If your rain garden will cover a larger area, consider incorporating woody plants. The Cornell Woody Shrubs for Stormwater Retention publication is a superb resource. As explained within: “While a wide variety of herbaceous plants such as soft rush (Juncus effusus), swamp milkweed (Asclepias incarnata), and Joe-pye weed (Eutrochium spp., formerly Eupatorium spp.) are often successfully used in these spaces, they can present maintenance issues because of the need to annually cut back dead foliage and stems. Utilizing woody plants decreases the need for additional seasonal maintenance while successfully adding aesthetic and functional vegetation to stormwater retention practices.” The publication includes dozens of research-tested suggestions for woody shrubs that can tolerate both wet and dry conditions.
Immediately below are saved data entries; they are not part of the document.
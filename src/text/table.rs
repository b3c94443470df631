//! Lines of numbers with a delimiter.

use super::number::{DecimalMark, parse_number};
use super::source::{Source, visible};
use super::{
    Attempt, Block, Delimiter, Form, Placed, ReadOptions, ReadingDescription, Row, assemble,
};
use crate::error::Error;

/// A field of a line, trimmed, and where it stands.
struct Field {
    text: String,
    start: usize,
    length: usize,
}

pub(super) fn attempts(source: &Source, options: &ReadOptions) -> Vec<Attempt> {
    let mut attempts = Vec::new();
    for decimal in [DecimalMark::Point, DecimalMark::Comma] {
        for delimiter in [
            Delimiter::Tab,
            Delimiter::Semicolon,
            Delimiter::Comma,
            Delimiter::Space,
        ] {
            let settled = options.decimal.is_none_or(|wanted| wanted == decimal)
                && options.delimiter.is_none_or(|wanted| wanted == delimiter);
            if !settled || !applies(source, delimiter) {
                continue;
            }
            for grouped in [false, true] {
                if grouped && !may_group(source, decimal, delimiter) {
                    continue;
                }
                attempts.extend(attempt(source, decimal, delimiter, grouped));
            }
        }
    }
    attempts
}

fn applies(source: &Source, delimiter: Delimiter) -> bool {
    let mark = match delimiter {
        Delimiter::Tab => '\t',
        Delimiter::Semicolon => ';',
        Delimiter::Comma => ',',
        Delimiter::Space => return true,
    };
    source.lines.iter().flatten().any(|&c| c == mark)
}

/// Points group thousands only where a number shows both marks: `0.123` alone never
/// means 123.
fn may_group(source: &Source, decimal: DecimalMark, delimiter: Delimiter) -> bool {
    let present = |mark| source.lines.iter().flatten().any(|&c| c == mark);
    match decimal {
        DecimalMark::Point => delimiter != Delimiter::Comma && present(','),
        DecimalMark::Comma => delimiter != Delimiter::Comma && present('.') && present(','),
    }
}

/// `None` where there is not one number.
fn attempt(
    source: &Source,
    decimal: DecimalMark,
    delimiter: Delimiter,
    grouped: bool,
) -> Option<Attempt> {
    let mut blocks: Vec<Block> = Vec::new();
    let mut open = false;
    let mut label = None;
    let mut header_row_count = 0;
    for (k, line) in source.lines.iter().enumerate() {
        let fields = split(line, delimiter, decimal);
        if let Some(comment) = &source.comments[k]
            && fields.is_empty()
        {
            label = Some(comment.clone());
            open = false;
            continue;
        }
        if fields.is_empty() {
            open = false;
            continue;
        }
        match row(&fields, k + 1, line.len(), decimal, grouped) {
            Line::Text => {
                header_row_count += usize::from(blocks.is_empty());
                label = Some(visible(line).trim().trim_end_matches(':').to_owned());
                open = false;
            }
            Line::Row(row) => {
                if !open {
                    blocks.push(Block {
                        rows: Vec::new(),
                        label: label.take(),
                    });
                    open = true;
                }
                if let Some(block) = blocks.last_mut() {
                    block.rows.push(row);
                }
            }
        }
    }
    if blocks.is_empty() {
        return None;
    }
    let assembled = assemble(blocks);
    Some(Attempt {
        reading: ReadingDescription {
            form: Form::Table,
            decimal,
            grouped,
            delimiter: Some(delimiter),
            header_row_count,
        },
        matrices: assembled.matrices,
        numbers: assembled.numbers,
        refusals: assembled.refusals,
        notes: assembled.notes,
    })
}

enum Line {
    /// A header or a name.
    Text,
    Row(Row),
}

fn row(fields: &[Field], line: usize, length: usize, decimal: DecimalMark, grouped: bool) -> Line {
    let numbers: Vec<_> = fields
        .iter()
        .map(|field| {
            parse_number(&field.text, decimal, grouped)
                .map(|number| Placed {
                    number,
                    line,
                    character: field.start + 1,
                    length: field.length.max(1),
                })
                .map_err(|problem| {
                    problem
                        .error(&field.text)
                        .at_text(line, field.start + 1, field.length.max(1))
                })
        })
        .collect();
    let good = numbers.iter().filter(|number| number.is_ok()).count();
    if good == 0 && !fields.iter().any(|field| looks_numeric(&field.text)) {
        return Line::Text;
    }
    // A word before the numbers names the row.
    let labelled = numbers.len() > 1
        && good + 1 == numbers.len()
        && numbers[0].is_err()
        && !looks_numeric(&fields[0].text);
    let label = labelled.then(|| fields[0].text.clone());
    let numbers: std::result::Result<Vec<Placed>, Error> =
        numbers.into_iter().skip(usize::from(labelled)).collect();
    Line::Row(Row {
        numbers,
        label,
        line,
        length: length.max(1),
    })
}

fn looks_numeric(text: &str) -> bool {
    text.trim_start_matches(['-', '+', '.', ','])
        .starts_with(|c: char| c.is_ascii_digit())
}

/// The fields of a line, without empty ones at its end.
fn split(line: &[char], delimiter: Delimiter, decimal: DecimalMark) -> Vec<Field> {
    let mut fields = Vec::new();
    let mut start = 0;
    let mut quoted = false;
    for k in 0..=line.len() {
        let at_end = k == line.len();
        if !at_end && line[k] == '"' {
            quoted = !quoted;
        }
        let cut = at_end
            || (!quoted
                && match delimiter {
                    Delimiter::Tab => line[k] == '\t',
                    Delimiter::Semicolon => line[k] == ';',
                    Delimiter::Comma => {
                        line[k] == ','
                            && (decimal == DecimalMark::Point
                                || line.get(k + 1).is_none_or(|next| next.is_whitespace()))
                    }
                    Delimiter::Space => line[k].is_whitespace(),
                });
        if cut {
            let field = trimmed(line, start, k);
            if delimiter != Delimiter::Space || !field.text.is_empty() {
                fields.push(field);
            }
            start = k + 1;
        }
    }
    while fields.last().is_some_and(|field| field.text.is_empty()) {
        fields.pop();
    }
    fields
}

fn trimmed(line: &[char], start: usize, end: usize) -> Field {
    let blank = |c: char| c.is_whitespace() || c == '\0' || c == '"';
    let mut from = start;
    let mut to = end;
    while from < to && blank(line[from]) {
        from += 1;
    }
    while to > from && blank(line[to - 1]) {
        to -= 1;
    }
    Field {
        text: visible(&line[from..to]),
        start: from,
        length: to - from,
    }
}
TIPS FOR A SUCCESSFUL RAIN GARDEN
• The slope of the land will determine the needed depth of the garden (see savetherain.us for the calculation).
• A two- to three-inch covering of well-aged shredded hardwood mulch helps with weed control and drainage and can give a more attractive look to the garden. Pine bark nuggets and other wood chips are not recommended because they will wash out more readily.
• For the first few years of the rain garden, weed management is crucial until the desired plants are established and can shade out competitors.
• At maturity, properly selected plants in the rain garden shouldn’t require supplemental water. However, mature plants may look better if watered during a drought.
• Snow can be “stored” in the rain garden so long as any woody vegetation isn’t overloaded to the point of breaking branches.
• If the rain garden is near paved surfaces that get treated with deicing salt in winter, select salt-tolerant plants.
KEY UPSTATE RESOURCES
Save the Rain
savetherain.us
H2O Hero Water Education Collaborative
H2Ohero.org
Rochester Museum and Science Center-Green Infrastructure
rmsc.org
THE ULTIMATE BIOSWALE
Completed in 2010, the bioswale at Cornell Botanic Gardens is, like all things at this central New York public garden, horticulture at its highest level. The stunning bioswale was designed and engineered to slow and filter runoff from the adjacent Nevin Welcome Center parking lot. The plants in the bioswale are bound to be of interest to homeowners as they design their rain gardens.
- Plants in the Cornell Botanic Gardens bioswale were chosen for strong root systems and the ability to withstand both wet and dry conditions.
- Most of the plants in the bioswale are native to the central New York region. Seven cultivars of native switchgrass (Panicum virgatum) are used, and about 68 different flowering perennials add color, pollinator value, and wildlife habitat. These perennials include showy goldenrods like Solidago ‘Fireworks’, narrowleaf ironweed (Vernonia lettermannii ‘Iron Butterfly’), and various cultivars of sneezeweed (Helenium spp.), coneflowers (Echinacea spp.), and false indigo (Baptisia spp.).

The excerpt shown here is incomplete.